The contract claims also are not well pleaded. The complaint does not state the express terms of the contract or policy that were allegedly breached, the relevant policy limits, or even the parties to the contract. These omissions are particularly problematic vis-à-vis Costco. No facts are alleged to indicate Costco had a contractual relationship with the Heidingsfelders, and it is not at all clear why Costco might be subject to breach of contract or policy claims.
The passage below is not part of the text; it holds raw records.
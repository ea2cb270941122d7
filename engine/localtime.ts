// The local calendar of a station-year and the formatting of instants in the station's zone.
// Instants are UTC epoch milliseconds everywhere; local time exists only in what these return.
// The IANA time zone database, through luxon, is the reference for every offset.
//
// Rounding rule (one rule for every printed time): an instant is printed at its nearest whole
// minute (`clock`) or second (`isoUtc`, `isoLocal`), and it belongs to the local day of its
// rounded minute (`localDate`, `dayIndexOf`). So a high water at 23:59:40 prints "00:00" on the
// next day, never "00:00" on the day before. Rounding happens on the UTC instant, then the
// rounded instant is shown in the zone, so it always has a real local time and its own offset
// (an event in the repeated hour of autumn shows the offset in force at that instant).

import { DateTime, IANAZone } from 'luxon';
import { UsageError } from './errors.js';
import { zoneOffset } from './zone-offsets.js';
import { itemAt } from './item.js';

const MINUTE = 60_000;
const HOUR = 3_600_000;

/** A change of UTC offset during a local day (daylight saving or a change of standard time). */
export interface OffsetChange {
  time: string; // ISO UTC instant of the change, to the second
  from: string; // offset before, "+00:00" (with ":ss" where the zone has seconds)
  to: string; // offset after, "+01:00"
}

/** One local calendar day: local midnight to the next local midnight, as UTC instants. */
export interface LocalDay {
  date: string; // "YYYY-MM-DD"
  weekday: number; // ISO weekday: 1 = Monday … 7 = Sunday
  month: number; // 1..12
  dayOfMonth: number;
  start: number; // UTC ms of local midnight (or the first local instant of the day)
  end: number; // UTC ms of the next day's start (exclusive)
  hours: number; // 24; 23 or 25 on daylight-saving days; 23.5 etc. in zones with half-hour shifts
  offsetStart: string; // offset in force at `start`
  offsetEnd: string; // offset in force at the last instant of the day (just before `end`)
  offsetChange: OffsetChange | null;
}

/** True when `name` is an IANA time zone name that luxon can use. */
export function validZone(name: string): boolean {
  return typeof name === 'string' && name.length > 0 && IANAZone.isValidZone(name);
}

// Checking a name builds an Intl formatter (slow), so each valid zone is checked once.
const zones = new Map<string, IANAZone>();

function zoneOf(name: string): IANAZone {
  let zone = zones.get(name);
  if (zone === undefined) {
    if (!validZone(name)) {
      throw new UsageError('timezone', `"${name}" is not a known IANA time zone`, 'write a name such as Europe/Lisbon or Pacific/Auckland');
    }
    zone = IANAZone.create(name);
    zones.set(name, zone);
  }
  return zone;
}

/**
 * "+01:00" from an offset in minutes; "+05:41:16" where the offset has seconds (the local mean
 * time some zones kept before standard time), so an offset is never cut or shown as a fraction.
 */
export function formatOffset(minutes: number): string {
  const sign = minutes < 0 ? '-' : '+';
  const seconds = Math.abs(Math.round(minutes * 60));
  const s = seconds % 60;
  const m = Math.floor(seconds / 60);
  return `${sign}${pad2(Math.floor(m / 60))}:${pad2(m % 60)}${s === 0 ? '' : `:${pad2(s)}`}`;
}

function pad2(n: number): string {
  return n < 10 ? `0${n}` : String(n);
}

/** The UTC offset in force at an instant, "+01:00". */
export function offsetString(ms: number, zone: string): string {
  return formatOffset(zoneOffset(zoneOf(zone), ms));
}

export function roundToSecond(ms: number): number {
  return Math.round(ms / 1000) * 1000;
}

export function roundToMinute(ms: number): number {
  return Math.round(ms / MINUTE) * MINUTE;
}

/** "2027-01-01T03:12:41Z": the instant in UTC, rounded to the nearest second. */
export function isoUtc(ms: number): string {
  return new Date(roundToSecond(ms)).toISOString().slice(0, 19) + 'Z';
}

/** "2027-03-28T14:02:10+01:00": the instant in the zone with its own offset, to the second. */
export function isoLocal(ms: number, zone: string): string {
  const t = roundToSecond(ms);
  const z = zoneOf(zone);
  const offset = zoneOffset(z, t);
  const w = wallClock(t, offset);
  if (w === null) return DateTime.fromMillis(t, { zone: z }).toFormat("yyyy-MM-dd'T'HH:mm:ss") + formatOffset(z.offset(t));
  return `${datePart(w)}T${pad2(w.getUTCHours())}:${pad2(w.getUTCMinutes())}:${pad2(w.getUTCSeconds())}${formatOffset(offset)}`;
}

/** Local wall clock "HH:mm" at the instant's nearest minute (see the rounding rule above). */
export function clock(ms: number, zone: string): string {
  const t = roundToMinute(ms);
  const z = zoneOf(zone);
  const w = wallClock(t, zoneOffset(z, t));
  if (w === null) return DateTime.fromMillis(t, { zone: z }).toFormat('HH:mm');
  return `${pad2(w.getUTCHours())}:${pad2(w.getUTCMinutes())}`;
}

/** Local date "YYYY-MM-DD" of the instant's nearest minute, so it always agrees with `clock`. */
export function localDate(ms: number, zone: string): string {
  const t = roundToMinute(ms);
  const z = zoneOf(zone);
  const w = wallClock(t, zoneOffset(z, t));
  if (w === null) return DateTime.fromMillis(t, { zone: z }).toFormat('yyyy-MM-dd');
  return datePart(w);
}

// The local wall time as a Date whose UTC fields read it, built as luxon builds it (the instant
// shifted by its offset), so the plain formatting below prints what luxon's toFormat would.
// Null for years without four plain digits: those are left to luxon.
function wallClock(t: number, offsetMinutes: number): Date | null {
  const w = new Date(t + offsetMinutes * 60 * 1000);
  const y = w.getUTCFullYear();
  return y >= 1000 && y <= 9999 ? w : null;
}

function datePart(w: Date): string {
  return `${w.getUTCFullYear()}-${pad2(w.getUTCMonth() + 1)}-${pad2(w.getUTCDate())}`;
}

const DATE_PATTERN = /^(\d{4})-(\d{2})-(\d{2})$/;

/** UTC ms of the first instant of a local date ("2027-01-01" → local midnight in the zone). */
export function parseDateInZone(text: string, zone: string, option = 'date'): number {
  const m = DATE_PATTERN.exec(text);
  if (!m) {
    throw new UsageError(option, `"${text}" is not a date`, 'write the date as YYYY-MM-DD, e.g. 2027-01-01');
  }
  const start = startOfLocalDate(Number(m[1]), Number(m[2]), Number(m[3]), zoneOf(zone));
  if (start === null) {
    throw new UsageError(option, `${text} is not a day of the calendar in ${zone}`, 'write a date that exists, e.g. 2027-02-28');
  }
  return start;
}

// First instant of a local date, or null when the date does not exist (bad day of month, or a
// day the zone skipped). Where midnight falls in a gap, luxon moves forward to the first real time.
function startOfLocalDate(year: number, month: number, day: number, zone: IANAZone): number | null {
  if (month < 1 || month > 12 || day < 1 || day > 31) return null;
  const dt = DateTime.fromObject({ year, month, day }, { zone });
  if (!dt.isValid || dt.year !== year || dt.month !== month || dt.day !== day) return null;
  return dt.toMillis();
}

/** Every local calendar day of `year` in `zone`, in order, each with its span in UTC. */
export function localDays(year: number, zone: string): LocalDay[] {
  const z = zoneOf(zone);
  const dates: { y: number; m: number; d: number; start: number }[] = [];
  // One extra date (1 January of the next year) gives the end of 31 December.
  for (let m = 1; m <= 13; m++) {
    const y = m === 13 ? year + 1 : year;
    const month = m === 13 ? 1 : m;
    const last = m === 13 ? 1 : DateTime.utc(year, month, 1).daysInMonth ?? 31;
    for (let d = 1; d <= last; d++) {
      const start = startOfLocalDate(y, month, d, z);
      if (start !== null) dates.push({ y, m: month, d, start });
    }
  }
  const days: LocalDay[] = [];
  for (let i = 0; i + 1 < dates.length; i++) {
    const { y, m, d, start } = itemAt(dates, i, 'local dates');
    const end = itemAt(dates, i + 1, 'local dates').start;
    const weekday = (new Date(Date.UTC(y, m - 1, d)).getUTCDay() + 6) % 7; // 0 = Monday here
    days.push({
      date: `${y}-${pad2(m)}-${pad2(d)}`,
      weekday: weekday + 1,
      month: m,
      dayOfMonth: d,
      start,
      end,
      hours: (end - start) / HOUR,
      offsetStart: formatOffset(zoneOffset(z, start)),
      offsetEnd: formatOffset(zoneOffset(z, end - 1)),
      offsetChange: findOffsetChange(start, end, z),
    });
  }
  return days;
}

/** Index of the local day an instant is printed on (by its rounded minute), or -1 if outside. */
export function dayIndexOf(days: readonly Pick<LocalDay, 'start' | 'end'>[], ms: number): number {
  const t = roundToMinute(ms);
  let lo = 0;
  let hi = days.length - 1;
  while (lo <= hi) {
    const mid = (lo + hi) >> 1;
    const day = itemAt(days, mid, 'days');
    if (t < day.start) hi = mid - 1;
    else if (t >= day.end) lo = mid + 1;
    else return mid;
  }
  return -1;
}

// A change that lands exactly on local midnight (zones that shift at 24:00) belongs to the day
// that starts with it, hence the scan begins one second before `start`. Offsets are sampled every
// 30 minutes (no zone changes twice within that), then the first instant of the new offset is
// found by bisection to the second (transitions fall on whole seconds).
function findOffsetChange(start: number, end: number, zone: IANAZone): OffsetChange | null {
  let prevT = start - 1000;
  let prevOffset = zoneOffset(zone, prevT);
  // The common day: 24 hours and one offset from end to end (no zone shifts and shifts back in a day).
  if (end - start === 24 * HOUR && zoneOffset(zone, end - 1) === prevOffset) return null;
  for (let t = start; ; t = Math.min(t + HOUR / 2, end - 1)) {
    const offset = zoneOffset(zone, t);
    if (offset !== prevOffset) return describeChange(bisectChange(prevT, t, zone), prevOffset, offset);
    if (t >= end - 1) return null;
    prevT = t;
    prevOffset = offset;
  }
}

function bisectChange(lo: number, hi: number, zone: IANAZone): number {
  const before = zoneOffset(zone, lo);
  let a = Math.floor(lo / 1000);
  let b = Math.ceil(hi / 1000);
  while (b - a > 1) {
    const mid = Math.floor((a + b) / 2);
    if (zoneOffset(zone, mid * 1000) === before) a = mid;
    else b = mid;
  }
  return b * 1000;
}

function describeChange(at: number, from: number, to: number): OffsetChange {
  return { time: isoUtc(at), from: formatOffset(from), to: formatOffset(to) };
}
In the absence of this basic information, a plausible breach of contract claim cannot be found. See, e.g., Hamilton v. Greenwich Inv'rs XXVI, LLC, 195 Cal. App. 4th 1602, 1614 (Cal. Ct. App. 2011). So too for the breach of the implied duty of good faith claim. See, e.g., Racine & Laramie, Ltd. v. Dep't of Parks & Recreation, 11 Cal. App. 4th 1026, 1032 (Cal. Ct. App. 1992).
The fiduciary and other duty claims are equally unsupported. As a general rule in California, it "is up to the insured to determine whether he or she has sufficient coverage for his or her needs." Everett v. State Farm General Ins. Co., 162 Cal. App. 4th 649, 660 (Cal. Ct. App. 2008); see also Wallman v. Suddock, 200 Cal. App. 4th 1288, 1309 (Cal. Ct. App. 2011) (it is the insured's obligation to "inform the agent of the insurance he requires." (internal citation omitted)). The state notice discussed in the complaint reflected this principle, see Dkt. No. 1-2, Exh. A ¶ 39, and the Heidingsfelders acknowledge that defendants said only that they "may" inspect the Heidingsfelders' home, id. ¶¶ 41, 43, but did not promise to.
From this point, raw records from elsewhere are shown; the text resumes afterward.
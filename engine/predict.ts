// Harmonic prediction: h(t) = Z0 + Σ fᵢ Hᵢ cos(Vᵢ(t) + uᵢ(t) − gᵢ) (Schureman 1958).
// The kernel works on windows of at most a day. At both ends of a window V, f and u are evaluated
// exactly; inside it each constituent is the phasor fH·e^{i(V+u−g)} turning at the window's own rate
// (the constituent's speed plus the drift of u) and growing at the window's own rate of f, so the kernel
// meets the exact evaluation at every window end and strays from it by under 1e-7 m in between (the
// curvature of u and f over a day). Series advance the phasors by complex multiplication, which drifts
// by ~1e-13 of the amplitude over a window.

import { normalizeDegrees } from './astro.js';
import { StationFileError } from './errors.js';
import { compileAstronomicalTerms, type AstronomicalTerms } from './nodal.js';
import { findConstituent, CONSTITUENT_NAMES } from './constituents.js';
import type { ReferenceStation } from './types.js';
import { numberAt } from './item.js';

const DEG = Math.PI / 180;
const TWO_PI = 2 * Math.PI;
const MS_PER_HOUR = 3_600_000;
const MS_PER_DAY = 86_400_000;

/** A stretch of the kernel: z_k(t) = (re_k + i·im_k)·e^{(beta_k + i·omega_k)·(t − start)/1 h}. */
export interface PhasorWindow {
  start: number; // UTC ms
  end: number;
  re: Float64Array; // fH cos(V + u − g) at start, metres
  im: Float64Array;
  omega: Float64Array; // radians per hour
  beta: Float64Array; // growth rate of fH, per hour
}

export interface Predictor {
  readonly station: ReferenceStation;
  /** Canonical names of the constituents in the kernel (those with non-zero amplitude). */
  readonly names: readonly string[];
  readonly meanLevel: number;
  /** Speed of the fastest constituent, radians per hour (0 for a station with none). */
  readonly fastestSpeed: number;
  /** Σ H over the constituents, metres: with the largest node factor, a bound on the swing about Z0. */
  readonly amplitudeSum: number;
  heightAt(t: number): number;
  /** Rate of rise, metres per hour: the analytic derivative of the kernel. */
  rateAt(t: number): number;
  heights(start: number, stepMs: number, count: number): Float64Array;
  /**
   * The kernel over [start, end] (end − start ≤ 1 day keeps it within 1e-7 m of the exact sum).
   * Pass `into` to reuse its arrays; consecutive windows sharing an end compute that anchor once.
   */
  window(start: number, end: number, into?: PhasorWindow): PhasorWindow;
}

interface CompiledConstants {
  names: string[];
  H: Float64Array;
  g: Float64Array; // degrees
  speed: Float64Array; // degrees per hour
  terms: AstronomicalTerms;
  V: Float64Array; // scratch for terms.evaluate
  f: Float64Array;
  u: Float64Array;
}

function stationFile(station: ReferenceStation): string {
  return station.sourceFile ?? `station ${station.id}`;
}

function compileConstants(station: ReferenceStation): CompiledConstants {
  const names: string[] = [];
  const H: number[] = [];
  const g: number[] = [];
  const seen = new Map<string, string>();
  for (const [name, constant] of Object.entries(station.constituents)) {
    const c = findConstituent(name);
    if (!c) {
      throw new StationFileError(
        stationFile(station),
        `constituents.${name}`,
        `unknown constituent "${name}"`,
        `use one of ${CONSTITUENT_NAMES.join(', ')}`,
      );
    }
    const previous = seen.get(c.name);
    if (previous !== undefined) {
      throw new StationFileError(
        stationFile(station),
        `constituents.${name}`,
        `"${name}" is the same constituent as "${previous}"`,
        'give each constituent once',
      );
    }
    seen.set(c.name, name);
    if (constant.amplitude === 0) continue;
    names.push(c.name);
    H.push(constant.amplitude);
    g.push(constant.phase);
  }
  const terms = compileAstronomicalTerms(names);
  return {
    names,
    H: Float64Array.from(H),
    g: Float64Array.from(g),
    speed: Float64Array.from(terms.constituents.map((c) => c.speed)),
    terms,
    V: new Float64Array(names.length),
    f: new Float64Array(names.length),
    u: new Float64Array(names.length),
  };
}

/** Exact phase (radians, V + u − g) and amplitude fH of each constituent at instant t. */
interface Anchor {
  t: number;
  phase: Float64Array;
  amplitude: Float64Array;
}

// Typed arrays this size live outside the JavaScript heap and are slow to make: kernels reuse them.
function newAnchor(n: number): Anchor {
  return { t: NaN, phase: new Float64Array(n), amplitude: new Float64Array(n) };
}

export function newPhasorWindow(n: number): PhasorWindow {
  const a = () => new Float64Array(n);
  return { start: NaN, end: NaN, re: a(), im: a(), omega: a(), beta: a() };
}

function fillAnchor(k: CompiledConstants, t: number, into: Anchor): Anchor {
  const { V, f, u } = k;
  k.terms.evaluate(t, V, f, u);
  for (let i = 0; i < V.length; i++) {
    into.phase[i] = normalizeDegrees(numberAt(V, i, 'equilibrium arguments') + numberAt(u, i, 'nodal angles') - numberAt(k.g, i, 'phase lags')) * DEG;
    into.amplitude[i] = numberAt(f, i, 'node factors') * numberAt(k.H, i, 'amplitudes');
  }
  into.t = t;
  return into;
}

function windowBetween(k: CompiledConstants, a: Anchor, b: Anchor, w: PhasorWindow): PhasorWindow {
  const n = k.names.length;
  const hours = (b.t - a.t) / MS_PER_HOUR;
  w.start = a.t;
  w.end = b.t;
  for (let i = 0; i < n; i++) {
    const amplitude = numberAt(a.amplitude, i, 'anchor amplitudes'), phase = numberAt(a.phase, i, 'anchor phases');
    const speed = numberAt(k.speed, i, 'speeds');
    w.re[i] = amplitude * Math.cos(phase);
    w.im[i] = amplitude * Math.sin(phase);
    const nominal = speed * DEG * hours;
    if (hours > 0) {
      // unwrap: the measured turn differs from speed × time only by the small change of u
      const measured = numberAt(b.phase, i, 'anchor phases') - phase;
      const turn = measured + TWO_PI * Math.round((nominal - measured) / TWO_PI);
      w.omega[i] = turn / hours;
      w.beta[i] = amplitude > 0 ? logRatio(numberAt(b.amplitude, i, 'anchor amplitudes'), amplitude) / hours : 0;
    } else {
      w.omega[i] = speed * DEG;
      w.beta[i] = 0;
    }
  }
  return w;
}

/** ln(b/a); f changes by ~1e-5 a day, where three terms of the series are exact to rounding. */
function logRatio(b: number, a: number): number {
  const e = (b - a) / a;
  return Math.abs(e) < 1e-4 ? e * (1 - e * (0.5 - e / 3)) : Math.log(b / a);
}

/** Compile a reference port's constants into a prediction kernel. */
export function compilePredictor(station: ReferenceStation): Predictor {
  const k = compileConstants(station);
  const n = k.names.length;
  const z0 = station.mean_level;
  // two anchors kept: window(a, b) then window(b, c) computes the shared b once
  const slots = [newAnchor(n), newAnchor(n)];
  const anchor = (t: number, keep?: Anchor): Anchor => {
    for (const slot of slots) if (slot.t === t) return slot;
    const [s0, s1] = slots as [Anchor, Anchor];
    const older = s1.t < s0.t || Number.isNaN(s0.t) ? s0 : s1;
    return fillAnchor(k, t, keep === s0 ? s1 : keep === s1 ? s0 : older);
  };
  const windowOf = (start: number, end: number, into: PhasorWindow): PhasorWindow => {
    const a = anchor(start);
    return windowBetween(k, a, anchor(end, a), into);
  };
  // a few day windows kept for heightAt/rateAt, which callers use near each other in time
  const cache = new Map<number, PhasorWindow>();
  const dayWindow = (t: number): PhasorWindow => {
    const day = Math.floor(t / MS_PER_DAY);
    let w = cache.get(day);
    if (!w) {
      if (cache.size >= 8) cache.delete(cache.keys().next().value!);
      w = windowOf(day * MS_PER_DAY, (day + 1) * MS_PER_DAY, newPhasorWindow(n));
      cache.set(day, w);
    }
    return w;
  };

  const evaluate = (t: number, derivative: boolean): number => {
    const w = dayWindow(t);
    const tau = (t - w.start) / MS_PER_HOUR;
    let sum = 0;
    for (let i = 0; i < n; i++) {
      const beta = numberAt(w.beta, i, 'growth rates'), omega = numberAt(w.omega, i, 'angular speeds');
      const re = numberAt(w.re, i, 'phasors'), im = numberAt(w.im, i, 'phasors');
      const b = beta * tau;
      const grow = 1 + b * (1 + b / 2); // e^{βτ}; |βτ| < 1e-4 over a day
      const c = Math.cos(omega * tau);
      const s = Math.sin(omega * tau);
      const x = grow * (re * c - im * s);
      if (!derivative) {
        sum += x;
      } else {
        const y = grow * (re * s + im * c);
        sum += beta * x - omega * y;
      }
    }
    return derivative ? sum : z0 + sum;
  };

  return {
    station,
    names: k.names,
    meanLevel: z0,
    fastestSpeed: k.speed.reduce((m, s) => Math.max(m, Math.abs(s)), 0) * DEG,
    amplitudeSum: k.H.reduce((a, b) => a + b, 0),
    heightAt: (t) => evaluate(t, false),
    rateAt: (t) => evaluate(t, true),
    window: (start, end, into) => windowOf(start, end, into ?? newPhasorWindow(n)),
    heights(start, stepMs, count) {
      if (!(stepMs > 0) || !Number.isFinite(stepMs)) {
        throw new RangeError(`heights: the step must be a positive number of milliseconds, not ${stepMs}`);
      }
      const out = new Float64Array(count).fill(z0);
      const perWindow = Math.max(1, Math.floor(MS_PER_DAY / stepMs));
      let a = fillAnchor(k, start, newAnchor(n));
      let b = newAnchor(n);
      const w = newPhasorWindow(n);
      const rotation = { cos: new Float64Array(n), sin: new Float64Array(n) };
      for (let j0 = 0; j0 < count; j0 += perWindow) {
        const m = Math.min(perWindow, count - j0);
        fillAnchor(k, start + (j0 + m) * stepMs, b);
        accumulateWindow(windowBetween(k, a, b, w), stepMs / MS_PER_HOUR, rotation, out, j0, m);
        [a, b] = [b, a];
      }
      return out;
    },
  };
}

/**
 * Adds m samples of a window's phasor sum, one step apart, to out[j0…]. Four constituents at a time,
 * time inside: four independent recurrences keep the processor busy and the phasors in registers.
 */
function accumulateWindow(
  w: PhasorWindow,
  stepHours: number,
  rotation: { cos: Float64Array; sin: Float64Array },
  out: Float64Array,
  j0: number,
  m: number,
): void {
  const n = w.re.length;
  const cr = rotation.cos;
  const ci = rotation.sin;
  for (let i = 0; i < n; i++) {
    const grow = Math.exp(numberAt(w.beta, i, 'growth rates') * stepHours);
    const turn = numberAt(w.omega, i, 'angular speeds') * stepHours;
    cr[i] = grow * Math.cos(turn);
    ci[i] = grow * Math.sin(turn);
  }
  const end = j0 + m;
  let i = 0;
  for (; i + 3 < n; i += 4) {
    let x0 = numberAt(w.re, i, 'phasors'), y0 = numberAt(w.im, i, 'phasors'), x1 = numberAt(w.re, i + 1, 'phasors'), y1 = numberAt(w.im, i + 1, 'phasors');
    let x2 = numberAt(w.re, i + 2, 'phasors'), y2 = numberAt(w.im, i + 2, 'phasors'), x3 = numberAt(w.re, i + 3, 'phasors'), y3 = numberAt(w.im, i + 3, 'phasors');
    const c0 = numberAt(cr, i, 'step rotations'), s0 = numberAt(ci, i, 'step rotations'), c1 = numberAt(cr, i + 1, 'step rotations'), s1 = numberAt(ci, i + 1, 'step rotations');
    const c2 = numberAt(cr, i + 2, 'step rotations'), s2 = numberAt(ci, i + 2, 'step rotations'), c3 = numberAt(cr, i + 3, 'step rotations'), s3 = numberAt(ci, i + 3, 'step rotations');
    for (let j = j0; j < end; j++) {
      out[j] = numberAt(out, j, 'heights') + (x0 + x1 + (x2 + x3));
      let t = x0 * c0 - y0 * s0;
      y0 = x0 * s0 + y0 * c0;
      x0 = t;
      t = x1 * c1 - y1 * s1;
      y1 = x1 * s1 + y1 * c1;
      x1 = t;
      t = x2 * c2 - y2 * s2;
      y2 = x2 * s2 + y2 * c2;
      x2 = t;
      t = x3 * c3 - y3 * s3;
      y3 = x3 * s3 + y3 * c3;
      x3 = t;
    }
  }
  for (; i < n; i++) {
    let x = numberAt(w.re, i, 'phasors'), y = numberAt(w.im, i, 'phasors');
    const c = numberAt(cr, i, 'step rotations'), s = numberAt(ci, i, 'step rotations');
    for (let j = j0; j < end; j++) {
      out[j] = numberAt(out, j, 'heights') + x;
      const t = x * c - y * s;
      y = x * s + y * c;
      x = t;
    }
  }
}

/**
 * Reference evaluation: a function of the instant that computes V, f and u at that very instant,
 * one cosine per constituent (the constants are compiled once, when it is made).
 */
export function directHeights(station: ReferenceStation): (t: number) => number {
  const k = compileConstants(station);
  return (t: number): number => {
    k.terms.evaluate(t, k.V, k.f, k.u);
    let h = station.mean_level;
    for (let i = 0; i < k.names.length; i++) {
      const amplitude = numberAt(k.f, i, 'node factors') * numberAt(k.H, i, 'amplitudes');
      h += amplitude * Math.cos((numberAt(k.V, i, 'equilibrium arguments') + numberAt(k.u, i, 'nodal angles') - numberAt(k.g, i, 'phase lags')) * DEG);
    }
    return h;
  };
}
The Court cannot rule out the possibility that additional facts might be enough to adequately plead a duty of some sort, but the current allegations in the complaint do not. If the Heidingsfelders amend on these claims, consideration should be given to California case law indicating that insurers typically are not fiduciaries, and do not owe fiduciary duties to insureds. See Vu v. Prudential Prop. & Cas. Ins. Co., 33 P.3d 487, 492 (Cal. 2001); Solomon v. N. Am. Life & Cas. Ins. Co., 151 F.3d 1132, 1138 (9th Cir. 1998).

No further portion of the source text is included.